Later she thought the ongoing relationship had to do with that special bond that happens with first lovers. Charlotte knew that Donovan and Carla had been together when they were very young, and she knew that the feelings involved in a first love were very deep, the bond very strong. Both of them clearly acknowledged that they were each other’s first love, and that fact was one they shared readily and easily. And first loves were hard to abandon.

Not that she knew any of that firsthand. As far as she could remember, she never really had a “first love.” She had a crush on a student
teacher in high school and she had fallen for a professor in college. She had dated a few guys that she’d liked but she had never really had that kind of “first love” experience that both Donovan and Carla had talked about when they referred to each other in conversations. Charlotte thought that maybe the fact that they were each other’s first was the reason they were so close. She wasn’t sure.

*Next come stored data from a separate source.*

def test_plate_bonded_to_foam_matches_thin_solid_bonded_to_foam():
    # The plate's interface relations (Kirchhoff faces at -+h/2, membrane stiffness
    # 12 D / h^2) against the exact elastic layer of the same aluminium, both bonded to a
    # Biot foam: same result while the plate is thin (kh << 1)
    foam = nb.Porous("biot", 0.05, **FOAM)
    f = np.array([100.0, 500.0, 1000.0, 2000.0])
    th = np.radians([0.0, 30.0, 60.0, 80.0])
    for order in (1, -1):
        a = nb.Stack([nb.Plate.from_material(1.6e-3, **ALU), foam][::order])
        b = nb.Stack([nb.Solid(1.6e-3, **ALU), foam][::order])
        np.testing.assert_allclose(tl(a, f, th), tl(b, f, th), atol=0.01)


def test_unbonded_contact_is_an_air_film():
    # bonding = "unbonded" is a film of air of no thickness (Allard & Atalla 2009,
    # ch. 11); a 1 um air gap gives the same within 0.01 dB, and bonding differs
    plate, foam = nb.Plate.from_material(1.6e-3, **ALU), nb.Porous("biot", 0.05, **FOAM)
    f = np.array([100.0, 500.0, 2000.0, 8000.0])
    th = np.radians([0.0, 45.0, 70.0])
    unbonded = nb.Stack([plate, foam], bonding=("bonded", "unbonded"))
    film = nb.Stack([plate, nb.AirGap(1e-6), foam])
    bonded = nb.Stack([plate, foam])
    np.testing.assert_allclose(tl(unbonded, f, th), tl(film, f, th), atol=0.01)
    assert np.max(np.abs(tl(unbonded, f, th) - tl(bonded, f, th))) > 1.0
    assert unbonded.reversed().bonding == ("bonded", "unbonded")


_LAYERS = {
    "plate": lambda: nb.Plate.from_material(1.2e-3, **ALU),
    "septum": lambda: nb.Septum(1.2),
    "screen": lambda: nb.Screen(300.0, 0.05),
    "air": lambda: nb.AirGap(0.015),
    "jca": lambda: nb.Porous("jca", 0.03, 1.5e4, 0.98, 1.1, 90e-6, 180e-6),
    "biot": lambda: nb.Porous("biot", 0.04, **FOAM),
    "rubber": lambda: nb.Solid(3e-3, 1200.0, 5e6, 0.49, 0.15),
    "glass": lambda: nb.Solid(4e-3, 2500.0, 70e9, 0.22, 0.002),
}


@settings(max_examples=40, deadline=None)
@given(names=st.lists(st.sampled_from(sorted(_LAYERS)), min_size=1, max_size=5),
       bonds=st.lists(st.booleans(), min_size=5, max_size=5), theta=st.floats(0.0, 1.5))
def test_mixed_stacks_are_reciprocal_and_passive(names, bonds, theta):
    # DESIGN.md invariants for any stack of elastic, porous, fluid and sheet layers with
    # any bonding: reversed stack transmits the same; 0 <= tau <= absorption <= 1
    layers = [_LAYERS[n]() for n in names]
    bonding = tuple("bonded" if b else "unbonded" for b in bonds[:len(layers)])
    s = nb.Stack(layers, bonding=bonding)
    f = np.array([80.0, 700.0, 5000.0])
    tau = s.transmission_coefficient(f, [theta])
    np.testing.assert_allclose(tau, s.reversed().transmission_coefficient(f, [theta]),
                               rtol=1e-9, atol=1e-300)
    alpha = s.absorption_coefficient(f, theta, backing="receiver")
    assert np.all(np.isfinite(tau)) and np.all(tau >= 0) and np.all(tau <= 1 + 1e-9)
    assert np.all(alpha >= tau - 1e-9) and np.all(alpha <= 1 + 1e-9)


def test_incidence_averages_and_bands_run_with_elastic_layers():
    # field incidence, band TL and random-incidence absorption use the same Stack methods
    s = nb.Stack([nb.Plate.from_material(1.6e-3, **ALU), nb.Porous("biot", 0.05, **FOAM),
                  nb.AirGap(0.02), nb.Solid(3e-3, 1200.0, 5e6, 0.49, 0.15),
                  nb.Plate(1.73, 268.0, 0.02, 0.0105)])
    f = np.geomspace(100, 10000, 12)
    tl_f = s.transmission_loss(f, "field")
    assert np.all(np.isfinite(tl_f)) and np.all(tl_f > 0)
    bands = nb.third_octave_bands(100, 5000)
    assert np.all(np.isfinite(s.band_transmission_loss(bands)))
    a = nb.Stack([nb.Porous("biot", 0.05, **FOAM)]).random_incidence_absorption(f, "rigid")
    assert np.all((a > 0) & (a <= 1))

She also wondered if their connection was that they had been mar-ried and Donovan would always feel like a husband to Carla even if they were no longer together. She wondered if there was some Navajo custom of being bonded in marriage, a bond that would never dissolve no matter what happened to the relationship. Charlotte knew that Donovan believed that all beings, animal and people, were connected and that people were somehow related to each other in a way that must be honored through offering assistance and care. He had also told Charlotte that he believed that if people connected themselves to others through the sharing of stories and especially the sharing of love, then they became responsible for each other until their deaths.

At the time he had said this, early in their dating, she thought he was speaking of them and explaining that even though they didn’t know each other all that well, they had shared something important and significant, and because of that, he was committed to her as his friend forever. Looking back at the conversation and thinking about it while considering his relationship with Carla, Charlotte suddenly considered the notion that he was trying to explain to her about his devotion to his ex-wife. She wondered as she sat at her desk, still aggravated at the attention he showed to Carla, if he wasn’t speaking about the two of them at all, but rather that he was really trying to justify even then his ongoing relationship with Carla.